In reality, you will need some data about users and items in your system. The popularity model is used when the system has few information about a user. And the TF in case that the system has some (>3 apps installed) info about the user.

This script is shipping with the recommendation framework and builds this matrix. You will want to continue to build the matrix for new users and items to be included. Keep that in mind.

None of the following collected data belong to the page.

package org.treeproof.cli;

import java.nio.charset.StandardCharsets;
import java.nio.file.Path;
import java.util.ArrayList;
import java.util.Arrays;
import java.util.List;
import java.util.Map;
import java.util.concurrent.Callable;
import org.treeproof.data.DataMatrix;
import org.treeproof.data.InputException;
import org.treeproof.distance.Metric;
import org.treeproof.io.CheckpointFile;
import org.treeproof.io.CovariatesReader;
import org.treeproof.io.CsvOutputs;
import org.treeproof.io.DiskFull;
import org.treeproof.io.LabelsReader;
import org.treeproof.io.LoadedInput;
import org.treeproof.io.OutputDirectory;
import org.treeproof.io.OutputGuard;
import org.treeproof.io.SummaryJson;
import org.treeproof.resample.ReferenceData;
import org.treeproof.resample.Resampling;
import org.treeproof.study.DecisionRule;
import org.treeproof.study.Evidence;
import org.treeproof.study.MemoryEstimate;
import org.treeproof.study.Recommendation;
import org.treeproof.study.Recommender;
import org.treeproof.study.StudyInput;
import org.treeproof.study.StudyRunner;
import org.treeproof.study.StudySettings;
import org.treeproof.tree.Linkage;
import picocli.CommandLine.Command;
import picocli.CommandLine.Mixin;
import picocli.CommandLine.Option;
import picocli.CommandLine.Parameters;

/**
 * {@code treeproof assess INPUT --out DIR}: the whole study, from the table to the recommendation, the report,
 * the methods paragraph and the machine-readable outputs.
 */
@Command(name = "assess", mixinStandardHelpOptions = true, sortOptions = false,
        description = {"Cluster the input with each linkage, recluster resampled replicates, calibrate against null "
                + "data and the gap statistic, and recommend a number of clusters with its reasons.",
            "Writes DIR/summary.json, clusters.csv, scores.csv, methods.md, report.html and charts/, and when clusters "
                + "are recommended features.csv (covariates.csv with --covariates, sensitivity.csv with "
                + "--sensitivity)."})
final class AssessCommand implements Callable<Integer> {

    @Parameters(index = "0", paramLabel = "INPUT", description = "Data table (CSV/TSV, optionally .gz), samples in rows "
            + "unless --samples-in-columns; or a distance table with --distances.")
    Path input;

    @Option(names = "--out", required = true, paramLabel = "DIR", description = "Output directory (must not exist "
            + "unless --force).")
    Path out;

    @Mixin
    StudyOptions study;

    @Mixin
    InputOptions inputOptions;

    @Option(names = "--labels", paramLabel = "FILE", description = "Known classes (id, class per row, header row) to "
            + "compare the recommended clusters with.")
    Path labels;

    @Mixin
    ExplainOptions explain;

    @Option(names = "--threads", paramLabel = "N", description = "Worker threads (default: all cores). Results do not "
            + "depend on it.")
    Integer threads;

    @Option(names = "--engine", paramLabel = "local|spark", description = "Where replicates run: local (threads of "
            + "this machine, default) or spark (Spark tasks; run treeproof under spark-submit, which supplies the "
            + "master). Results do not depend on it.")
    String engine;

    @Option(names = "--force", description = "Replace DIR if it exists and treeproof wrote it, unchanged (only once the "
            + "new results are complete). Never replaces a folder holding the input, the current directory or a folder "
            + "above it.")
    boolean force;

    @Option(names = "--resume", description = "Continue a run of the same study that was interrupted, from the "
            + "replicates it had finished (kept beside DIR as .DIR.checkpoint); the result is identical to an "
            + "uninterrupted run.")
    boolean resume;

    @Option(names = "--no-progress", description = "Do not show progress.")
    boolean noProgress;

    @Option(names = "--quiet", description = "Print nothing but errors.")
    boolean quiet;

    @picocli.CommandLine.Spec
    picocli.CommandLine.Model.CommandSpec spec;

    /** The command line as typed (the words after the sub-command's name), for the reproducibility section. */
    private String[] commandLine() {
        List<String> typed = spec.commandLine().getParseResult().originalArgs();
        int at = typed.indexOf(spec.name());
        var args = new ArrayList<String>(List.of("treeproof", spec.name()));
        args.addAll(typed.subList(at + 1, typed.size()));
        return args.toArray(String[]::new);
    }

    /**
     * What makes two runs the same study: tool version and build (the jar's checksum, {@link BuildIdentity}), input
     * bytes, input preparation and every setting (not the thread count, which cannot change a result).
     */
    private static String fingerprint(LoadedInput loaded, StudySettings settings) {
        String text = Main.toolVersion() + "\n" + BuildIdentity.current() + "\n" + loaded.source().sha256() + "\n"
                + loaded.preparation().map(p -> p.settings().toString()).orElse("distances") + "\n" + settings;
        try {
            var md = java.security.MessageDigest.getInstance("SHA-256");
            return java.util.HexFormat.of().formatHex(md.digest(text.getBytes(StandardCharsets.UTF_8)));
        } catch (java.security.NoSuchAlgorithmException e) {
            throw new IllegalStateException(e);
        }
    }

    /**
     * Each sample's level of {@code column} for {@code --center-within}, by sample id; samples without a value are
     * left out (the centring then names the first). A numeric column's values are its levels.
     */
    private Map<String, String> batchLevels(List<org.treeproof.explain.Covariate> covariates, String column,
            List<String> ids) {
        var covariate = covariates.stream().filter(c -> c.name().equals(column)).findFirst()
                .orElseThrow(() -> new InputException("--center-within " + column + ": --covariates "
                        + explain.covariates + " has no column '" + column + "' (its columns: "
                        + String.join(", ", covariates.stream().map(org.treeproof.explain.Covariate::name).toList())
                        + ")"));
        String[] categories = covariate.categories();
        double[] values = covariate.values();
        var levels = new java.util.HashMap<String, String>();
        for (int i = 0; i < ids.size(); i++) {
            if (covariate.missing(i)) {
                continue;
            }
            String level;
            if (categories != null) {
                level = categories[i];
            } else {
                double v = values[i];
                level = v == Math.rint(v) && Math.abs(v) < 1e15 ? Long.toString((long) v) : Double.toString(v);
            }
            levels.put(ids.get(i), level);
        }
        return levels;
    }

    @Override
    public Integer call() {
        long started = System.nanoTime();
        int nThreads = Threads.resolve(threads, "--threads");
        Engine chosen = engine == null ? Engine.LOCAL : Engine.parse(engine);
        chosen.requireAvailable();
        StudySettings settings = study.settings(inputOptions.distances());
        List<Path> reads = labels == null ? List.of(input) : List.of(input, labels);
        InputHints.requireReadable(input, "INPUT");
        if (labels != null) {
            InputHints.requireReadable(labels, "--labels");
        }
        OutputGuard.check(out, "--out", force, reads);
        inputOptions.fitTo(settings.metric());
        // a distance table refuses --center-within when it is loaded, naming --distances
        inputOptions.centerWithin().filter(column -> !inputOptions.distances()).ifPresent(column -> {
            if (explain.covariates == null) {
                throw new InputException("--center-within " + column + " names a column of --covariates FILE; give "
                        + "--covariates");
            }
            inputOptions.batchLevelsFrom(ids -> batchLevels(
                    CovariatesReader.read(explain.covariates, ids, explain.kinds()), column, ids));
        });
        LoadedInput loaded = inputOptions.load(input);
        StudyInput studyInput = loaded.isDistanceTable()
                ? StudyInput.ofDistances(loaded.sampleIds(), loaded.distances().orElseThrow())
                : StudyInput.of(loaded.matrix().orElseThrow());
        SampleVariety.require(input, studyInput, settings);
        settings.checkAgainst(studyInput.samples(), studyInput.hasData(), study.maxKGiven());
        org.treeproof.study.Magnitudes.requireWithinLimit(studyInput);
        if (loaded.isDistanceTable()) {
            for (var link : settings.linkages()) {
                if (link.requiresEuclidean()) {
                    // as the tree command says: the table's metric is not known here
                    System.err.println("treeproof: note: " + StudyOutputs.euclideanAssumed(link));
                }
            }
        }
        String[] classes = labels == null ? null
                : LabelsReader.read(labels, inputOptions.delimiter().orElse(null), loaded.sampleIds());
        var covariateKinds = explain.kinds();
        var testOfFeatures = explain.test();
        var covariates = explain.covariates == null ? null
                : CovariatesReader.read(explain.covariates, loaded.sampleIds(), covariateKinds);
        if (explain.sensitivity && loaded.isDistanceTable()) {
            throw new InputException("--sensitivity reruns other preparations of a data table; a distance table has none");
        }
        if (explain.featureTest != null && loaded.isDistanceTable()) {
            throw new InputException("--feature-test compares features between clusters; a distance table has none");
        }
        MemoryEstimate.of(studyInput.samples(), loaded.features(), settings, nThreads, studyInput.hasData())
                .requireFits(Runtime.getRuntime().maxMemory(), studyInput.samples());

        if (!quiet) {
            for (String w : StudyOutputs.loneFeatureWarnings(loaded)) {
                System.err.println("treeproof: " + w);
            }
        }
        String fingerprint = fingerprint(loaded, settings);
        Evidence evidence;
        CheckpointFile checkpoint = CheckpointFile.open(out, fingerprint, resume);
        KeptWork kept = new KeptWork(checkpoint, out.toString(), System.err);
        try (Engine.Run run = chosen.start(nThreads);
                var progress = new ProgressReporter(System.err, quiet || noProgress)) {
            if (resume && !quiet) {
                System.err.println(checkpoint.resumed()
                        ? "treeproof: resuming with " + checkpoint.resumedReplicates()
                                + " replicates kept from the interrupted run"
                        : "treeproof: --resume: no interrupted run of this study was found beside --out; starting "
                                + "afresh");
            }
            if (checkpoint.discardedEarlierWork() && !quiet) {
                System.err.println("treeproof: note: the work an interrupted run kept beside --out was discarded "
                        + "(run the same command with --resume to continue such a run)");
            }
            if (!run.description().isEmpty() && !quiet) {
                System.err.println("treeproof: replicates run on " + run.description());
            }
            evidence = new StudyRunner(studyInput, settings, run.executor(), nThreads, progress)
                    .withCheckpoint(checkpoint).run();
        } catch (InputException e) {
            // the input cannot be studied as asked: nothing worth resuming
            kept.close();
            checkpoint.discard();
            throw e;
        } catch (RuntimeException e) {
            kept.close();
            checkpoint.close();
            throw DiskFull.causedBy(e) ? kept.diskFullDuringStudy() : e;
        } finally {
            checkpoint.close();
        }
        Recommendation rec = Recommender.of(evidence, DecisionRule.DEFAULT).recommend();
        var explanation = ExplainRun.explain(loaded, evidence, rec, testOfFeatures, covariates,
                explain.sensitivity ? inputOptions.readRaw(input) : null, inputOptions.preparation(), nThreads);
        var outputs = new StudyOutputs(loaded, evidence, rec, classes, labels, commandLine(), nThreads,
                (System.nanoTime() - started) / 1e9, explanation, inputOptions.samplesInColumns(), explain.covariates);
        try (OutputDirectory dir = OutputDirectory.begin(out, "--out", force, reads)) {
            outputs.writeInto(dir);
            dir.commit();
        } catch (RuntimeException e) {
            kept.close();
            throw DiskFull.causedBy(e) ? kept.diskFullDuringResults() : e;
        }
        kept.close();
        checkpoint.discard();
        if (!quiet) {
            System.out.println(outputs.headline());
            System.out.println("report: " + out.resolve("report.html"));
        }
        return ExitCodes.OK;
    }
}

And voilá, you got your self a recommendation system for your precious little web site. It’s a bit static though.

1
    $ ./manage.py runserver

Open firefox browser at http://127.0.0.1:8000/api/v2/recommendation_size/user_external_id/

5. Now you can try to access also the REST API. The full documentation of APIs can be found through the Table of Content. For example, to generate JSON response just point your web browser to this link.

Note

This is the example recommendation.settings for the firefox dummy data that the developer is working with. The module firefox is a working example with a mysql DB that I am working locally. If you change the db recommendation.settings in firefox module you can use the script manager_firefox.py that is installed with setup and avoid major deployment.

Plugin Installations

To remove the “statiness” of the recommendations you can always install new plugins. The recommendation framework ships with some pretty neat plugins. Installed in the same way any Django app is installed. Just keep in mind one thing. In case of re-rankers and filters, your system should do some actions before others. For instance, you may want that your recommendation have always a big diversity in genre but that don’t send every time the same items. Because of that you also have to use a special recommendation.settings environment called RECOMMENDATION_SETTINGS. This variable is a dictionary, much like a static configuration. You also have a default standard and might have more to use in special situations. Basically, it a core engine(the structure that request the recommendation and use the filters and re-rankers), A list of filters and another list for re-rankers. Typically, the filters will execute first and re-rankers after and the execute in the same order that they are registered in RECOMMENDATION_SETTINGS. It will also need a logger class. The logger class is a decorator that will record the events in some way.

 1
 2
 3
 4
 5
 6
 7
 8
 9
10
11
12
13
14
15
16
17
18
19
20
21
22
23
24
25
26
    # recommendation.settings.py

    INSTALLED_APPS = (
         ...  # A ton of cool Django apps
         "recommendation",
         "recommendation.diversity",  # First do diversity
         "recommendation.records",  # Than re-rank based on records
         ...
    )

    RECOMMENDATION_SETTINGS = {
     "default": {
         "core": "recommendation.core.TensorCoFiController",
         "filters": [
             "recommendation.filter_owned.filters.FilterOwned",
             "recommendation.language.filters.SimpleLocaleFilter",
             "recommendation.simple_logging.filters.SimpleLogFilter",
             ],
         "rerankers": [
             "recommendation.diversity.rerankers.simple.SimpleDiversityReRanker"
         ]
     },
     "logger": "recommendation.simple_logging.decorators.LogEvent"
 }

 Now you have an awesome recommendation system.

Caching Configuration

For performance reasons all the data is cached “à priori”. Because of the different nature of the data, the caching configuration is a very important part in deployment. We can divide to 2 kinds of data. Data witch state must be consistent in every node and data that is to big to be stored remotely. Because of this we have 2 kinds of caching.

default

A cache that can support big structures and heavy reads. We use localmemcache from django standard backends.

owned_items

A distributed cache among processes. Owned items are a sets of data that must remain with the same state independent of the process that handles the request.